Ultimate applicability of the research: If the proposed study finds that the combination of a currently available medication (generic Ritalin®) plus a highly potent nutritional supplement improves symptoms in GWI veterans, then a larger double-blind, placebo-controlled trial would be performed to generate statistically significant data. This would be the logical next step in the development of an FDA-approved treatment for GWI. Because both components of this treatment are currently available and FDA-approved, the development of a treatment for GWI veterans could be greatly accelerated and available within just a few years.

Types of patients it will help and how will it help them: Two of the symptoms that frequently cause distress and disability in GWI patients are fatigue (61%) and problems concentrating (34%). These symptoms have a profound effect on a GWI patient's ability to function and on their quality of life. For instance, severe fatigue can limit a person's ability to carry on normal daily activities and continue working. Decreased alertness and concentration prevent patients from thinking clearly, handling their finances, remembering important dates, and participating fully in life. Based on preliminary data from the CFS study described above, we expect that GWI veterans, who have many of the same symptoms as people with CFS will see a decrease in their fatigue, alertness problems, and concentration disturbances by approximately 30% to 40% while taking the study treatment.

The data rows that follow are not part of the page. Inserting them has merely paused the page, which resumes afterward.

#include "app/command.h"
#include "app/controller_option.h"
#include "app/output.h"
#include "app/rig_connect.h"
#include "app/rig_options.h"
#include "app/rig_phases.h"
#include "app/run_command.h"
#include "app/stop_signal.h"
#include "identify/model_structure.h"
#include "io/atomic_file.h"
#include "lti/error.h"
#include "lti/number_text.h"

namespace lw::app {

std::pair<double, double> ParseRefStep(const std::string& text);  // verify.cc
std::string ActuatorRangeText(const RigLimits& l);                // verify.cc

namespace {

std::string Stamp() {
  std::time_t now = std::time(nullptr);
  std::tm tm{};
  gmtime_r(&now, &tm);
  char buf[32];
  std::strftime(buf, sizeof buf, "%Y%m%dT%H%M%SZ", &tm);
  return buf;
}

void Banner(Context& ctx, int step, const std::string& what) {
  ctx.out << "\n" << Bold(ctx, "tune " + std::to_string(step) + ": " + what) << "\n" << std::flush;
}

void PrintCommand(Context& ctx, const std::string& name, const std::vector<std::string>& args) {
  ctx.out << "$ loopwright " << CommandText(name, args) << "\n" << std::flush;
}

// Runs a command in-process with its output shown, after printing its command line.
int Show(Context& ctx, const std::string& name, const std::vector<std::string>& args) {
  PrintCommand(ctx, name, args);
  int status = RunCommand(ctx, name, args);
  ctx.out << std::flush;
  return status;
}

// The commands tune runs after the step test. The gain and the verification step are text:
// their numbers in a run, and in a dry run "K", "A" and "B" where only the step test can tell.
struct TunePlan {
  std::vector<std::string> fit, band, predict, check, report;
};

using FileNamer = std::function<std::string(const std::string&)>;
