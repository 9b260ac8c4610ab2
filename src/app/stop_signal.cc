#include "app/stop_signal.h"

namespace lw::app {
namespace {

std::atomic<int> g_stop{0};
static_assert(std::atomic<int>::is_always_lock_free, "the signal handler needs a lock-free int");

extern "C" void OnStopSignal(int sig) { g_stop.store(sig); }

}  // namespace

StopSignalGuard::StopSignalGuard() {
  g_stop.store(0);
  struct sigaction sa {};
  sa.sa_handler = OnStopSignal;
  sigemptyset(&sa.sa_mask);
  sa.sa_flags = 0;  // no SA_RESTART: a blocking read returns and the loop sees the flag
  sigaction(SIGINT, &sa, &old_int_);
  sigaction(SIGTERM, &sa, &old_term_);
}

StopSignalGuard::~StopSignalGuard() {
  sigaction(SIGINT, &old_int_, nullptr);
  sigaction(SIGTERM, &old_term_, nullptr);
}

const std::atomic<int>& StopSignalGuard::flag() const { return g_stop; }

}  // namespace lw::app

Potential clinical applications, benefits, and risks: The benefits of this study would be an improvement in GWI patient symptoms (fatigue, alertness problems, and concentration disturbances) during the study period. It is highly likely that a treatment already shown to provide improvement in the fatigue and concentration disturbances associated with CFS may in fact be able to produce a similar level of improvement in patients with GWI. The primary risk associated with this study is that the study participants would not receive any benefit by taking the study treatment. In addition, there are some potential side effects from taking methylphenidate that may include, but are not limited to, headache, anxiety, and changes in blood pressure. There are no known side effects associated with the nutritional supplement when taken at the prescribed dosage.

Projected time it may take to achieve a patient-related outcome: Based on our experience with this treatment in CFS, study patients may experience improvement in their symptoms within a few days to a few weeks of starting the treatment and continue to experience improved well-being for the 12-week duration of the study. We expect it will take approximately 6 months to enroll all study patients and 18 months to complete all the aspects of this trial. If the results are positive, since both components of the study treatment are currently available, a safe and effective treatment for GWI veterans could become available within the next few years.

Likely contributions of this study in advancing a treatment for GWI: This study is designed to provide clear evidence of whether the treatment will decrease specific symptoms in GWI patients and improve certain blood test results that could be used in designing a next phase, larger trial. Should the proposed treatment demonstrate a positive effect on GWI symptoms and demonstrate improved cellular functioning utilizing the lab tests we propose, this would be an important advancement toward developing a treatment for GWI.